When the line containing "values, filled: count" appears in the data below, begin copying there and stop only after the line containing "let [compared, equal] = [0, 0]".

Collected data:
-.-.-

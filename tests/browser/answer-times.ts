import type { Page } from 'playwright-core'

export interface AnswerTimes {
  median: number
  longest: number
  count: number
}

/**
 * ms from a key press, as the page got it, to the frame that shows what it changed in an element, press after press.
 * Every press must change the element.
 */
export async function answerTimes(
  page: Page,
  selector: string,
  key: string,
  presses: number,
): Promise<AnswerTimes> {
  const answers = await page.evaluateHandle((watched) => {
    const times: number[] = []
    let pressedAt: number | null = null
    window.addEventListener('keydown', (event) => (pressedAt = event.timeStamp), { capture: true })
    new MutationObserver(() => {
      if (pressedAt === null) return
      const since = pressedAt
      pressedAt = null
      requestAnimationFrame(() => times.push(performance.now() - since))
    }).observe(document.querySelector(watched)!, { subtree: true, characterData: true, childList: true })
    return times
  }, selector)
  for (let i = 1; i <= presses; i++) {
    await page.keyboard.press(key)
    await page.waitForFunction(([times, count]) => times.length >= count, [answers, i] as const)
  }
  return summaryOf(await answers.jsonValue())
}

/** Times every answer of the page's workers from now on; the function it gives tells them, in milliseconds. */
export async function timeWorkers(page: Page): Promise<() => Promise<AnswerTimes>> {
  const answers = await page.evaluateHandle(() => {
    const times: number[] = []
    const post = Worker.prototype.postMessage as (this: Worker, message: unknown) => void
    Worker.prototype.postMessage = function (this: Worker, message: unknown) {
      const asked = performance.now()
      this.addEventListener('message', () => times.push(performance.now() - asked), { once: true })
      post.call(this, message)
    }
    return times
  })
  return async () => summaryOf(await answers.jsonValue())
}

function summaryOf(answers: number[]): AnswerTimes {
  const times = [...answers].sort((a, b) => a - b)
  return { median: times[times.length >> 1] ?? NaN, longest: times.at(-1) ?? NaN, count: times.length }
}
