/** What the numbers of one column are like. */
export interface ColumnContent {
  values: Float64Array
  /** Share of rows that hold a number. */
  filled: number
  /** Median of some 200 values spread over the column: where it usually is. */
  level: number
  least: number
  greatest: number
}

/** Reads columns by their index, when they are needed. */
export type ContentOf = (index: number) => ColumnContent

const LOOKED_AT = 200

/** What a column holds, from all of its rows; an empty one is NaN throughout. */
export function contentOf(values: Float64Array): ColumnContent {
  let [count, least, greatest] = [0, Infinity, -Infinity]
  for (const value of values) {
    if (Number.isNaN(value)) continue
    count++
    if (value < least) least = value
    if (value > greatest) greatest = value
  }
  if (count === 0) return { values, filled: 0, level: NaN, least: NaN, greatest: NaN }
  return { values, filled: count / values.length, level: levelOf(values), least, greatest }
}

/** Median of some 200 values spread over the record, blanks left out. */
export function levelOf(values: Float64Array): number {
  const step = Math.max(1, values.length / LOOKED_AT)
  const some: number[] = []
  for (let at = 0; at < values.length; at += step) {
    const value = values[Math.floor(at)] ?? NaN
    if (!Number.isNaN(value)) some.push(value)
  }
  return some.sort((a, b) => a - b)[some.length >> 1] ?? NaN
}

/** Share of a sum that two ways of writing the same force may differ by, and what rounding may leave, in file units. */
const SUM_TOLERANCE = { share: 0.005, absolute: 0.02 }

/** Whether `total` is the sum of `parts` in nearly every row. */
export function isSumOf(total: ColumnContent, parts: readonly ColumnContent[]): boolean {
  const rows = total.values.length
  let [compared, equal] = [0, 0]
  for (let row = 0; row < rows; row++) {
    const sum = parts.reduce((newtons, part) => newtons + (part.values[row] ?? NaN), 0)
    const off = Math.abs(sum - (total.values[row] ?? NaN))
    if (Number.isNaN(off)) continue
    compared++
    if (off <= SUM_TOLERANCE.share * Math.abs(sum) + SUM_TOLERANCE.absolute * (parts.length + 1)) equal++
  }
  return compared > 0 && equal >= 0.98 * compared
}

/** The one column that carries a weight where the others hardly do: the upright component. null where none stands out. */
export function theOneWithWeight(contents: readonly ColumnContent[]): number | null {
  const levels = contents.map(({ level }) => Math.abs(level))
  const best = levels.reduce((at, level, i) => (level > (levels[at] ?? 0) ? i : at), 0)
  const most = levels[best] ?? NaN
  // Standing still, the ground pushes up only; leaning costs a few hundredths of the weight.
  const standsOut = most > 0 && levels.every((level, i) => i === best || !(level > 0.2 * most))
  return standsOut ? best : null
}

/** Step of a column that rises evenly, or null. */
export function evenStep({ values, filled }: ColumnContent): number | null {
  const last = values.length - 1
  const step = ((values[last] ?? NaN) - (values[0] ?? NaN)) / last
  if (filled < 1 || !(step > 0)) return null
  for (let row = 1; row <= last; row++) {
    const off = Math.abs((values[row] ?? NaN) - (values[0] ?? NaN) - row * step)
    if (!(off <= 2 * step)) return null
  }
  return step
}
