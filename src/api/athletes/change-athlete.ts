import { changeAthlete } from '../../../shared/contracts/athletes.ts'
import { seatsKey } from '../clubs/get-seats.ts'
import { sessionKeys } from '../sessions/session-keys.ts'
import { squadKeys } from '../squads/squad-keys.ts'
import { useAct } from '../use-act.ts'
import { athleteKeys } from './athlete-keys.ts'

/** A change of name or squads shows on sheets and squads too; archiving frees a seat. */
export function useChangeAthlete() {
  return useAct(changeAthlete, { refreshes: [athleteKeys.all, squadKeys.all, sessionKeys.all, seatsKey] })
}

-.-.-

• [Result of the exercise]
  return { values, filled: count / values.length, level: levelOf(values), least, greatest }
}

/** Median of some 200 values spread over the record, blanks left out. */
export function levelOf(values: Float64Array): number {
  const step = Math.max(1, values.length / LOOKED_AT)
  const some: number[] = []
  for (let at = 0; at < values.length; at += step) {
    const value = values[Math.floor(at)] ?? NaN
    if (!Number.isNaN(value)) some.push(value)
  }
  return some.sort((a, b) => a - b)[some.length >> 1] ?? NaN
}

/** Share of a sum that two ways of writing the same force may differ by, and what rounding may leave, in file units. */
const SUM_TOLERANCE = { share: 0.005, absolute: 0.02 }

/** Whether `total` is the sum of `parts` in nearly every row. */
export function isSumOf(total: ColumnContent, parts: readonly ColumnContent[]): boolean {
  const rows = total.values.length
  let [compared, equal] = [0, 0]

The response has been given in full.